Every lunch time I have been browsing through it. Some main characters that seem to pop up are the 08 mini series, Transgen and Nextbase available from Halfrauds.

I didn't want to reply in that thread as I'm after some recommendations or obvious issues with how I'm planning mine will look.. :speechles

I've researched many forums/websites etc (Techmoan, dashcamtalk etc) but the amount of variety available to buy is just mental. :wall:

Wanted is as follows;

- I was hoping to spend say £50 - £100 on one, the main thing is I'd like it as discreet as possible, as it will stay attached. 
- Hopefully behind the rear view mirror. Not fussed about having a screen on the back unless it's worth it and turns off. 
- So long as it loop records onto 2/3 minute sections on an SD card and you can save sections by pressing a button, and I can put into my laptop to read it.. I don't mind!

Wondering if anyone has one on here that does the job and can recommend it, save me reading nine thousand reviews.

Can any see any problems with my idea of using the rear cig lighter to power it? Main question is if I leave it plugged in, does my car stop power to it when I turn engine/ignition off? As I believe some dashcams will turn on/off automatically with this.

Here's how I reckon I will run the cable in my head lol, I rarely have anyone in the back so won't be an issue. I will need a bloody long cable though - ? Actually it's only what 3 metres at a guess. Hope that's not an issue. Also I'm not sure what to use to attach it to the roof on the way round. Something decent must exist out there!



















Then down the pillar behind the headrest.. along the floor or under mat and up.










Anyone able to shed some light? Haha.

Thanks in advance!
Tom


----------



## slim_boy_fat (Jun 23, 2006)

That looks BMWish in terms of car(?), wouldn't it be easier and neater to take the power from the fuse box behind the glove box? 
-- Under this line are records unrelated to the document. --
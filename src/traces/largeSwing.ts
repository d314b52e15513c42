/** The same fit with the pendulum's own equation, for swings too wide for the linear one: amplitude bends the period, and quadratic drag the damping. */
import { solveChain, type ChainSolved, type Link } from '../numeric/struckChain.ts';
import type { SwingFit } from './swingFit.ts';
import { restAt } from './swingModel.ts';
import type { Oscillation, SwingSamples } from './swingSums.ts';

export interface LargeSwing extends Oscillation {
  readonly status: 'fitted';
  /** β of −β|θ′|θ′, 1/rad, with its u by white noise; null where it was not let free. */
  readonly quadratic: { readonly value: number; readonly u: number } | null;
  /** Jumps of θ′ over ω_n, rad. */
  readonly jumps: readonly number[];
  /** Greatest |θ| about the rest line, rad. */
  readonly amplitude: number;
  readonly sumOfSquares: number;
  readonly dof: number;
}

export type LargeSwingResult = LargeSwing | { readonly status: 'notSettled' | 'notTold' };

/** Step of the fourth-order Runge–Kutta rule in ω_n t: its error is some 1e-9 of the amplitude a period. */
const STEP = 0.03;
const ROUNDS = 25;
/** Settled where all steps are this part of what noise leaves unknown, or of rounding. */
const SETTLED = 1e-4;

interface State {
  readonly frequency: number;
  readonly ratio: number;
  readonly quadratic: number;
  readonly start: number;
  readonly velocities: readonly number[];
  readonly knots: readonly number[];
}

interface Problem {
  readonly samples: SwingSamples;
  readonly events: readonly number[];
  readonly knotTimes: readonly number[];
  readonly share: number;
  readonly isFree: boolean;
}

/** θ, θ′/ω_n and their slopes by start position, start velocity, ζ and β: ten numbers that go on in τ = ω_n t. */
type Motion = Float64Array;
const SIZE = 10;

/** d/dτ: θ″ = −(p sin θ + (1 − p)θ) − 2ζu − β|u|u, and the same linearised for each slope. */
function slopeOf(y: Motion, share: number, ratio: number, quadratic: number, out: Motion): void {
  const [theta, u] = [y[0]!, y[1]!];
  out[0] = u;
  out[1] = -(share * Math.sin(theta) + (1 - share) * theta) - 2 * ratio * u - quadratic * Math.abs(u) * u;
  const byTheta = -(share * Math.cos(theta) + 1 - share);
  const byU = -2 * ratio - 2 * quadratic * Math.abs(u);
  for (let j = 2; j < SIZE; j += 2) {
    out[j] = y[j + 1]!;
    out[j + 1] = byTheta * y[j]! + byU * y[j + 1]!;
  }
  out[7]! -= 2 * u;
  out[9]! -= Math.abs(u) * u;
}

const [K1, K2, K3, K4, AT] = Array.from({ length: 5 }, () => new Float64Array(SIZE)) as [Motion, Motion, Motion, Motion, Motion];

function goOn(y: Motion, long: number, share: number, ratio: number, quadratic: number): void {
  const steps = Math.max(1, Math.ceil(long / STEP));
  const h = long / steps;
  const along = (k: Motion, by: number): void => {
    for (let j = 0; j < SIZE; j++) AT[j] = y[j]! + by * k[j]!;
  };
  for (let i = 0; i < steps; i++) {
    slopeOf(y, share, ratio, quadratic, K1);
    along(K1, h / 2);
    slopeOf(AT, share, ratio, quadratic, K2);
    along(K2, h / 2);
    slopeOf(AT, share, ratio, quadratic, K3);
    along(K3, h);
    slopeOf(AT, share, ratio, quadratic, K4);
    for (let j = 0; j < SIZE; j++) y[j]! += (h / 6) * (K1[j]! + 2 * K2[j]! + 2 * K3[j]! + K4[j]!);
  }
}

const startOf = (theta: number, u: number): Motion => Float64Array.of(theta, u, 1, 0, 0, 1, 0, 0, 0, 0);

interface Looked {
  readonly sumOfSquares: number;
  readonly count: number;
  readonly positions: readonly number[];
  readonly before: readonly (readonly [number, number])[];
  readonly amplitude: number;
  readonly solved: ReturnType<typeof solveChain> | null;
}

/** Goes along the whole record once: residuals at this state, and with `solve` the step that lowers their squares. */
function lookAt({ samples: { t, x, use }, events, knotTimes, share, isFree }: Problem, state: State, solve: boolean): Looked {
  const { frequency: w, ratio, quadratic, knots } = state;
  const globals = knots.length + 2 + (isFree ? 1 : 0);
  const n = globals + 3;
  const segments = events.length + 1;
  const forms: Float64Array[] = [];
  const links: Link[] = [];
  const positions: number[] = [state.start];
  const before: (readonly [number, number])[] = [];
  let [sumOfSquares, count, amplitude, i, knot] = [0, 0, 0, 0, 0];
  const row = new Float64Array(n);
  for (let k = 0; k < segments; k++) {
    const form = solve ? new Float64Array(n * n) : null;
    const begins = k === 0 ? t[0]! : events[k - 1]!;
    const ends = events[k] ?? Infinity;
    const y = startOf(positions[k]!, state.velocities[k]!);
    let at = begins;
    for (; i < t.length && t[i]! < ends; i++) {
      if (use && use[i] === 0) continue;
      goOn(y, w * (t[i]! - at), share, ratio, quadratic);
      at = t[i]!;
      while (knot < knotTimes.length - 2 && at >= knotTimes[knot + 1]!) knot += 1;
      const isLevel = knotTimes.length < 2;
      const part = isLevel ? 0 : (at - knotTimes[knot]!) / (knotTimes[knot + 1]! - knotTimes[knot]!);
      const rest = isLevel ? knots[0]! : knots[knot]! * (1 - part) + knots[knot + 1]! * part;
      const r = x[i]! - rest - y[0]!;
      sumOfSquares += r * r;
      count += 1;
      amplitude = Math.max(amplitude, Math.abs(y[0]!));
      if (!form) continue;
      row.fill(0);
      row[0] = y[2]!;
      row[1] = y[4]!;
      row[2 + knot] = 1 - part;
      if (!isLevel) row[3 + knot] = part;
      row[2 + knots.length] = (at - begins) * y[1]!;
      row[3 + knots.length] = y[6]!;
      if (isFree) row[4 + knots.length] = y[8]!;
      row[n - 1] = r;
      addRow(form, row, n, 2 + knot, isLevel ? 2 + knot : 3 + knot, 2 + knots.length);
    }
    if (form) forms.push(form);
    if (k === segments - 1) break;
    goOn(y, w * (ends - at), share, ratio, quadratic);
    const s = ends - begins;
    positions.push(y[0]!);
    before.push([y[0]!, y[1]!]);
    links.push({ a: y[2]!, b: y[4]!, drive: [[knots.length, s * y[1]!], [knots.length + 1, y[6]!], ...(isFree ? [[knots.length + 2, y[8]!] as const] : [])] });
  }
  const solved = solve ? solveChain(segments, globals, links, (k, form) => {
    const own = forms[k]!;
    for (let j = 0; j < form.length; j++) form[j]! += own[j]!;
  }) : null;
  return { sumOfSquares, count, positions, before, amplitude, solved };
}

/** Adds a row of few places that are not 0 to the form above its diagonal. */
function addRow(form: Float64Array, row: Float64Array, n: number, firstKnot: number, lastKnot: number, rest: number): void {
  const places: number[] = [0, 1];
  for (let j = firstKnot; j <= lastKnot; j++) places.push(j);
  for (let j = rest; j < n; j++) places.push(j);
  for (let a = 0; a < places.length; a++) for (let b = a; b < places.length; b++) form[places[a]! * n + places[b]!]! += row[places[a]!]! * row[places[b]!]!;
}

function stepped(state: State, { velocities, shared, positions }: ChainSolved, part: number): State {
  const m = state.knots.length;
  return {
    frequency: state.frequency + part * shared[m]!, ratio: state.ratio + part * shared[m + 1]!, quadratic: state.quadratic + part * (shared[m + 2] ?? 0),
    start: state.start + part * positions[0]!, velocities: state.velocities.map((v, k) => v + part * velocities[k]!), knots: state.knots.map((z, j) => z + part * shared[j]!),
  };
}

/**
 * ω_n, ζ, the rest line, the start and all jumps of a record in angle, by Gauss–Newton steps along the full equation
 * θ″ = −ω_n²[p sin θ + (1 − p)θ] − 2ζω_n θ′ − β|θ′|θ′, from a linear fit of the same record.
 *
 * Valid: |θ| well below π; x in rad. Source: shooting with the variational equations (fourth-order Runge–Kutta); derived.
 */
export function fitLargeSwing(samples: SwingSamples, linear: SwingFit, share: number, withQuadratic = false): LargeSwingResult {
  const { model } = linear;
  const level = model.rest.times.length < 2;
  const problem: Problem = { samples, events: linear.times, knotTimes: level ? [samples.t[0]!] : model.rest.times, share, isFree: withQuadratic };
  let state: State = {
    frequency: linear.frequency, ratio: linear.ratio, quadratic: 0, start: model.stretches[0]!.position, velocities: model.stretches.map(({ velocity }) => velocity),
    knots: level ? [restAt(model, samples.t[0]!)] : model.rest.values,
  };
  let here = lookAt(problem, state, true);
  for (let round = 0; round < ROUNDS; round++) {
    const { solved } = here;
    if (solved?.status !== 'solved') return { status: 'notTold' };
    const m = state.knots.length;
    const noise2 = here.sumOfSquares / Math.max(1, here.count - m - 3 - linear.jumps.length);
    const isSettled = [m, m + 1].every((j) => solved.shared[j]! ** 2 <= SETTLED ** 2 * noise2 * solved.variances[j]! + 1e-26) || (solved.shared[m]! / state.frequency) ** 2 < 1e-24;
    if (isSettled) return resultOf(problem, state, here, noise2);
    let next: { readonly state: State; readonly looked: Looked } | null = null;
    for (let part = 1; part > 1e-3 && !next; part /= 2) {
      const tried = stepped(state, solved, part);
      if (!(tried.frequency > 0 && Math.abs(tried.ratio) < 0.95)) continue;
      const looked = lookAt(problem, tried, true);
      if (looked.sumOfSquares <= here.sumOfSquares * (1 + 1e-12)) next = { state: tried, looked };
    }
    if (!next) return resultOf(problem, state, here, noise2);
    state = next.state;
    here = next.looked;
  }
  return { status: 'notSettled' };
}

function resultOf({ events, isFree }: Problem, state: State, { before, amplitude, sumOfSquares, count, solved }: Looked, noise2: number): LargeSwing {
  const m = state.knots.length;
  const variance = solved?.status === 'solved' ? solved.variances[m + 2] : undefined;
  return {
    status: 'fitted', frequency: state.frequency, ratio: state.ratio, quadratic: isFree && variance !== undefined ? { value: state.quadratic, u: Math.sqrt(noise2 * variance) } : null,
    jumps: events.map((_, k) => state.velocities[k + 1]! - before[k]![1]), amplitude, sumOfSquares, dof: count - m - events.length - 4 - (isFree ? 1 : 0),
  };
}
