/** What a person would read off the trace: the first maximum after a shot, less the rest before it, with the damping taken out. */
import { dampingFactor } from '../pendulum/damping.ts';
import { restAt, type SwingModel } from './swingModel.ts';
import { firstAtOrAfter, type SwingSamples } from './swingSums.ts';

/** The first maximum is looked for up to this part of a period after the shot. */
const LATEST = 0.45;

/**
 * D (x_p − z), x_p by a parabola through the extreme sample and its neighbours, z the rest line; signed. It takes the pendulum as hanging
 * still before: what it still swung comes in whole, which is what it is compared for.
 * null where the next event, a sample left out, or the end of the record comes before the maximum.
 *
 * Valid: 0 ≤ ζ < 1. Source: methods 1.3, 1.17 (parabola through three frames).
 */
export function pickedThrow({ t, x, use }: SwingSamples, model: SwingModel, event: number, next: number): number | null {
  const period = (2 * Math.PI) / model.frequency;
  const until = event + LATEST * period;
  if (next < until || t[t.length - 1]! < until) return null;
  const [from, to] = [firstAtOrAfter(t, event, 0), firstAtOrAfter(t, until, 0)];
  let best = -1;
  for (let i = from; i < to; i++) {
    if (use && use[i] === 0) continue;
    if (best < 0 || Math.abs(x[i]! - restAt(model, t[i]!)) > Math.abs(x[best]! - restAt(model, t[best]!))) best = i;
  }
  if (best <= from || best >= to - 1 || (use && (use[best - 1] === 0 || use[best + 1] === 0))) return null;
  const [a, b, c] = [x[best - 1]!, x[best]!, x[best + 1]!];
  const bend = a - 2 * b + c;
  const peak = bend === 0 ? b : b - ((a - c) * (a - c)) / (8 * bend);
  return dampingFactor(Math.min(0.99, Math.max(0, model.ratio))) * (peak - restAt(model, t[best]!));
}
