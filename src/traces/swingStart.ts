/** Where the search for a swing's frequency begins: the tallest peaks of the record's spectrum. */
import { powers, powerOfTwo } from '../numeric/fourier.ts';
import type { SwingSamples } from './swingSums.ts';

/** Bins that the record is put into for its spectrum. */
const MOST_BINS = 65_536;
/** Bins of a spectrum of fewer than this hold no peak. */
const FEWEST_BINS = 16;
/** Peaks that are kept: among them is any that stands in a range asked for. */
const MOST_PEAKS = 1000;
/** Peaks slower than so many cycles in the record are its drift. */
const FEWEST_CYCLES = 1.2;

/** The record in even bins of time, its straight line taken off; bins without a sample are 0. */
function evenly({ t, x, use }: SwingSamples): { readonly values: Float64Array; readonly step: number; readonly filled: number } {
  const n = t.length;
  const span = t[n - 1]! - t[0]!;
  // A bin a sample at the middle spacing; fewer where there are more samples than bins.
  const bins = Math.min(MOST_BINS, powerOfTwo(n));
  const step = span / Math.min(n - 1, bins - 1);
  const [sums, counts] = [new Float64Array(bins), new Float64Array(bins)];
  let [sn, sx, st, sxt, stt] = [0, 0, 0, 0, 0];
  for (let i = 0; i < n; i++) {
    if (use && use[i] === 0) continue;
    const [u, y] = [(t[i]! - t[0]!) / span, x[i]!];
    sn += 1; sx += y; st += u; sxt += u * y; stt += u * u;
  }
  const det = sn * stt - st * st;
  const slope = det > 0 ? (sn * sxt - st * sx) / det : 0;
  const level = (sx - slope * st) / Math.max(1, sn);
  for (let i = 0; i < n; i++) {
    if (use && use[i] === 0) continue;
    const bin = Math.min(bins - 1, Math.round((t[i]! - t[0]!) / step));
    sums[bin]! += x[i]! - level - (slope * (t[i]! - t[0]!)) / span;
    counts[bin]! += 1;
  }
  return { values: sums.map((sum, i) => (counts[i]! > 0 ? sum / counts[i]! : 0)), step, filled: Math.min(n, bins) };
}

/**
 * Frequencies ω, rad/s, of the tallest peaks, tallest first.
 * `within`: peaks outside this range are passed over.
 * Valid: samples in order. Source: periodogram with a Hann window, peak by a parabola through three of its bins.
 */
export function likelyFrequencies(samples: SwingSamples, many: number, within: readonly [number, number] = [0, Infinity]): readonly number[] {
  return peaksOf(samples).filter((omega) => omega >= within[0] && omega <= within[1]).slice(0, many);
}

/** Asked for again at every step of a reduction. */
const PEAKS = new WeakMap<Float64Array, { readonly use: Uint8Array | undefined; readonly found: readonly number[] }>();

function peaksOf(samples: SwingSamples): readonly number[] {
  const kept = PEAKS.get(samples.x);
  if (kept && kept.use === samples.use) return kept.found;
  const found = samples.t.length < FEWEST_BINS ? [] : findPeaks(samples);
  PEAKS.set(samples.x, { use: samples.use, found });
  return found;
}

/** Places of the peaks, rad/s, the tallest first. */
function findPeaks(samples: SwingSamples): readonly number[] {
  const { values, step, filled } = evenly(samples);
  for (let i = 0; i < filled; i++) values[i]! *= 0.5 - 0.5 * Math.cos((2 * Math.PI * (i + 0.5)) / filled);
  // A peak between two bins of the record's own length would be cut by half: twice as many.
  const padded = new Float64Array(powerOfTwo(2 * values.length));
  padded.set(values);
  const found = powers(padded);
  const unit = (2 * Math.PI) / (padded.length * step);
  const cycle = padded.length / filled;
  const peaks: { readonly at: number; readonly power: number }[] = [];
  for (let j = Math.max(1, Math.floor(FEWEST_CYCLES * cycle)); j < found.length - 1; j++) {
    const [a, b, c] = [found[j - 1]!, found[j]!, found[j + 1]!];
    if (b >= a && b > c) peaks.push({ at: j, power: b });
  }
  return peaks.sort((a, b) => b.power - a.power).slice(0, MOST_PEAKS).map(({ at }) => {
    const [la, lb, lc] = [found[at - 1]!, found[at]!, found[at + 1]!].map((value) => Math.log(Math.max(value, 1e-300)));
    const bend = la! - 2 * lb! + lc!;
    return (at + (bend < 0 ? (la! - lc!) / (2 * bend) : 0)) * unit;
  });
}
I ran mine along the top on the screen, down the A-pillar and from there into the f/box - tucked simply behind the trim with no need for additional clips etc. :thumb:

If it's another marque, there may still be a power source in there.


----------



## PugIain (Jun 28, 2006)

I used an add a circuit for mine, ran it off the drivers electric window control. Had it in 3 cars and used the same fuse for each install with no problems.
I couldn't run the cable anywhere I could see it, it would do my bean in


----------



## 330CDT (Jun 14, 2015)

Thanks for the replies chaps. Slimboyfat, you guessed it. E46 3 Series.

To be honest, I'm not clued up on electrical bits at all and wouldn't fancy it. Happy to leave the car as it is and try a dashcam from a cig lighter for a start. But I agree having it hardwired would be a good solid future proof option.

What did you use to 'clip' the wire along the top of the windscreen and down the A-Pillar ? I'm having trouble thinking of anything to use!

PugIain, I doubt I will see it much. If I do it so there's no slack and it's black on black, it won't bother me! Another option is to run it down the A pillar and then along the floor next to the passenger seat / or even under the seat, under the rear mat and up. A bit like this:










What cameras are you guys using? Thanks.


----------



## PugIain (Jun 28, 2006)

330CDT said:


> What cameras are you guys using? Thanks.


I have a Transcend DrivePro 200. With a suction mount. Very handy when you sell your car. It originally came with an adhesive pad.


----------



## ardandy (Aug 18, 2006)

Transcend 200 or 220


----------



## empsburna (Apr 5, 2006)

Is the cig lighter in the e46 a switched live?


----------



## Ben108 (Jul 26, 2014)

I have the nextbase 202 now. Far better than the 101 and went through 3 of them!!

I hard wired mine in, it's very very simple and pushed the cable behind the roof lining and down behind the a pillar trim. 
Does 3 min clips, when full rewrites the oldest, screen can be set to turn off and will turn off 10 seconds after I turn my ignition off. Will also turn on and record if someone was to hit the car whilst parked up.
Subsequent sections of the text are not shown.